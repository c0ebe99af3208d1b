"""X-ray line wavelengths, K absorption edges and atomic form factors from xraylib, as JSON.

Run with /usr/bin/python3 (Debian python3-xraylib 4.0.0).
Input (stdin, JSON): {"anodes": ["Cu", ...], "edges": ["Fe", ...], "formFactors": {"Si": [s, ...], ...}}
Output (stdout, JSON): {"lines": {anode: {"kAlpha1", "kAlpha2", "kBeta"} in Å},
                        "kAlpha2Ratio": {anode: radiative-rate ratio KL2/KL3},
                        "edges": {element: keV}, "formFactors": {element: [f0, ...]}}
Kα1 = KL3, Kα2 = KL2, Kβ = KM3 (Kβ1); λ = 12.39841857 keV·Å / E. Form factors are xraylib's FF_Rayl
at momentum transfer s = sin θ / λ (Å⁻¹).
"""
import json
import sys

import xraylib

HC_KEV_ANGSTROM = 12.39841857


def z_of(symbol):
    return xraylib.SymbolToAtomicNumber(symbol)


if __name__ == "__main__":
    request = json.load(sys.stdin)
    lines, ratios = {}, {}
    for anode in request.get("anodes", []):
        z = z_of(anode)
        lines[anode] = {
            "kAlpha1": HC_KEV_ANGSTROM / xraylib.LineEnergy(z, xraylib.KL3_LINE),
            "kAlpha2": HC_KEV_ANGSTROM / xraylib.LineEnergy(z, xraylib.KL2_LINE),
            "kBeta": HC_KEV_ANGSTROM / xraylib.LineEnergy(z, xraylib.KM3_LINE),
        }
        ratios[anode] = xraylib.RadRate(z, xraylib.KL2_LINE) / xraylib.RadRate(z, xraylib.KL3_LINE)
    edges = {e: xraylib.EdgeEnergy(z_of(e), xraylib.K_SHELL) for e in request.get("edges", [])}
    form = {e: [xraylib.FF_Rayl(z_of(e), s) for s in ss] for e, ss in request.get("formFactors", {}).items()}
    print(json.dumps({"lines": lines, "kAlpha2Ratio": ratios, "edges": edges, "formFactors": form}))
################
Reproduce exactly the lines from the one with "return xraylib.SymbolToAtomicNumber(symbol)" through the last line of the entries, keeping both of those lines and nothing else.

> [TASK RESULT]:
    return xraylib.SymbolToAtomicNumber(symbol)


if __name__ == "__main__":
    request = json.load(sys.stdin)
    lines, ratios = {}, {}
    for anode in request.get("anodes", []):
        z = z_of(anode)
        lines[anode] = {
            "kAlpha1": HC_KEV_ANGSTROM / xraylib.LineEnergy(z, xraylib.KL3_LINE),
            "kAlpha2": HC_KEV_ANGSTROM / xraylib.LineEnergy(z, xraylib.KL2_LINE),
            "kBeta": HC_KEV_ANGSTROM / xraylib.LineEnergy(z, xraylib.KM3_LINE),
        }
        ratios[anode] = xraylib.RadRate(z, xraylib.KL2_LINE) / xraylib.RadRate(z, xraylib.KL3_LINE)
    edges = {e: xraylib.EdgeEnergy(z_of(e), xraylib.K_SHELL) for e in request.get("edges", [])}
    form = {e: [xraylib.FF_Rayl(z_of(e), s) for s in ss] for e, ss in request.get("formFactors", {}).items()}
    print(json.dumps({"lines": lines, "kAlpha2Ratio": ratios, "edges": edges, "formFactors": form}))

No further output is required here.